COPD = Chronic Obstructive Pulmonary Disease. This analysis included smokers only.
IBD = Inflammatory Bowel Disease.
This SNP was initially associated with IBD, but replicated only for Crohn's disease [39], which is a subtype of IBD. Latiano et al. also replicates rs7517847 with Crohn's disease, but not with ulcerative colitis, which is the other major subtype of IBD [14].

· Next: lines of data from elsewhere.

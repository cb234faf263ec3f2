package cards

import (
	"bytes"
	"context"
	"math"
	"strconv"
	"strings"
	"testing"

	"github.com/xuri/excelize/v2"

	"steelyard/meta/review"
	"steelyard/meta/synthesis"
)

// carded pools two invented studies of one outcome, whose name a spreadsheet could take
// for a formula, and judges it.
func carded(t *testing.T) *synthesis.Synthesis {
	t.Helper()
	const outcome = "=1+1"
	x := &review.Extraction{Source: review.Source{File: "t.csv"}}
	for i, c := range [][4]float64{{10, 100, 20, 100}, {15, 120, 22, 110}} {
		study := review.Study{Name: "A", Outcome: outcome, Row: review.Place{File: "t.csv", Row: i + 2}}
		for j, field := range []review.Field{review.EventsTreated, review.TotalTreated, review.EventsControl, review.TotalControl} {
			study.Numbers = append(study.Numbers, review.Number{Field: field, Value: c[j], Place: review.Spot{Row: i + 2, Col: j + 1}})
		}
		x.Studies = append(x.Studies, study)
	}
	x.Judgements = []review.Judgement{{Outcome: outcome, Domain: review.DomainCertainty, Rating: "+moderate", Reason: "@reason", By: "=cmd", Date: review.Date{Year: 2024}}}
	plan := &review.Plan{}
	for setting, value := range map[string]string{"measure": "risk ratio", "baseline": "low 0.2", "better": "lower", "important-per-1000": "20"} {
		if err := plan.Set(setting, "", review.Value{Text: value, From: review.FromSheet}); err != nil {
			t.Fatal(err)
		}
	}
	s, err := synthesis.Run(context.Background(), x, plan, synthesis.Want{Further: synthesis.Further{Panel: &synthesis.PanelWanted{}}})
	if err != nil {
		t.Fatal(err)
	}
	return s
}

// TestWorkbook reads the workbook back: the card's words, the panel's rating as typed,
// numbers as numbers, and nothing that is a formula.
func TestWorkbook(t *testing.T) {
	s := carded(t)
	data, err := Workbook(s)
	if err != nil {
		t.Fatal(err)
	}
	again, err := Workbook(s)
	if err != nil || !bytes.Equal(data, again) {
		t.Errorf("the same cards give other bytes, %v", err)
	}
	f, err := excelize.OpenReader(bytes.NewReader(data))
	if err != nil {
		t.Fatal(err)
	}
	defer f.Close()
	rows, err := f.GetRows(cardsSheet)
	if err != nil {
		t.Fatal(err)
	}
	var all []string
	for i, row := range rows {
		all = append(all, strings.Join(row, "|"))
		for j := range row {
			if formula, err := f.GetCellFormula(cardsSheet, cell(j+1, i+1)); err != nil || formula != "" {
				t.Errorf("%s holds the formula %q, %v", cell(j+1, i+1), formula, err)
			}
		}
	}
	text := strings.Join(all, "\n")
	for _, want := range []string{"=1+1", "certainty||+moderate|@reason (=cmd, 2024)", "domain|numbers|panel's rating|panel's reason", "not yet rated", "low, 200 per 1000|", "Cautions"} {
		if !strings.Contains(text, want) {
			t.Errorf("%q is missing from:\n%s", want, text)
		}
	}
	r := s.Outcomes[0].Panel.Rows[0]
	for at, want := range map[string]float64{"C2": 0.2, "D2": r.Absolute.Treated.Value, "H2": 1000 * r.Absolute.Difference.Low, "J2": r.Needed.Value, "K2": -20, "P2": r.Information.Total()} {
		var got float64
		value, err := f.GetCellValue(numbersSheet, at, excelize.Options{RawCellValue: true})
		if kind, _ := f.GetCellType(numbersSheet, at); err == nil && kind != excelize.CellTypeSharedString {
			got, err = strconv.ParseFloat(value, 64)
		}
		if err != nil || math.Abs(got-want) > 1e-12*math.Abs(want) {
			t.Errorf("%s is %q, want %v, %v", at, value, want, err)
		}
	}
	if name, err := f.GetCellValue(numbersSheet, "A2"); err != nil || name != "=1+1" {
		t.Errorf("the outcome is %q, %v", name, err)
	}
}

// TestRowHeights: each row of a card is high enough for its texts. A column holds no
// more than a tenth more letters than its width in digits, and a line of ten points
// takes twelve or more.
func TestRowHeights(t *testing.T) {
	data, err := Workbook(carded(t))
	if err != nil {
		t.Fatal(err)
	}
	f, err := excelize.OpenReader(bytes.NewReader(data))
	if err != nil {
		t.Fatal(err)
	}
	defer f.Close()
	rows, err := f.GetRows(cardsSheet)
	if err != nil {
		t.Fatal(err)
	}
	tall := 0
	for i, row := range rows {
		height, err := f.GetRowHeight(cardsSheet, i+1)
		if err != nil {
			t.Fatal(err)
		}
		for j, text := range row {
			width, err := f.GetColWidth(cardsSheet, review.ColumnLetters(j+1))
			if err != nil {
				t.Fatal(err)
			}
			need := 0.
			for _, paragraph := range strings.Split(text, "\n") {
				need += math.Ceil(float64(len([]rune(paragraph))) / (1.1 * width))
			}
			if need > 1 {
				tall++
			}
			if height < 12*need {
				t.Errorf("row %d is %v points high for %v lines: %q", i+1, height, need, text)
			}
		}
	}
	if tall < 10 {
		t.Errorf("only %d texts are longer than a line", tall)
	}
}
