// Package cards writes the panel's cards of a synthesis as a workbook.
package cards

This association was curated into the GWAS catalog as significantly associated with Parkinson's disease but was not identified by the authors as significant.
Replications without strictly matching phenotypes.
| 23andMe Phenotype | Published Phenotype | # Replications | Genes |
| Liver test | Bilirubin levels | 4 | CHUK, GGT1, SAMM50, UGT1A1 |
| High cholesterol | Cholesterol levels (quantitative) | 19 | ABCG8, APOA1, APOB, CELSR2, CILP2, DNAH11, DOCK7, FADS1, GCKR, HNF1A, LDLR, LIPC (×2), MAFB, NCAN, PCSK9 (×2), TOMM40, TRIB1 |
| Gall bladder removal | Gallstones | 1 | ABCG8 |
| High blood pressure | Blood pressure (quantitative) | 8 | ATP2B1, CYP17A1 (×2), CYP1A1, FGF5, SH2B3, ULK4, ZNF652 |
| Osteoporosis | Bone mineral density (quantitative) | 5 | MEF2C, MEPE, OSX, SOX6, SPTBN1 |
| Macular degeneration | Advanced age-related macular degeneration | 2 | C2, C3 |
| Nicotine abuse | Nicotine dependence | 1 | CHRNA3 |
These phenotypes were measured quantitatively in the published reports, but the corresponding 23andMe phenotypes listed here were measured qualitatively (yes/no).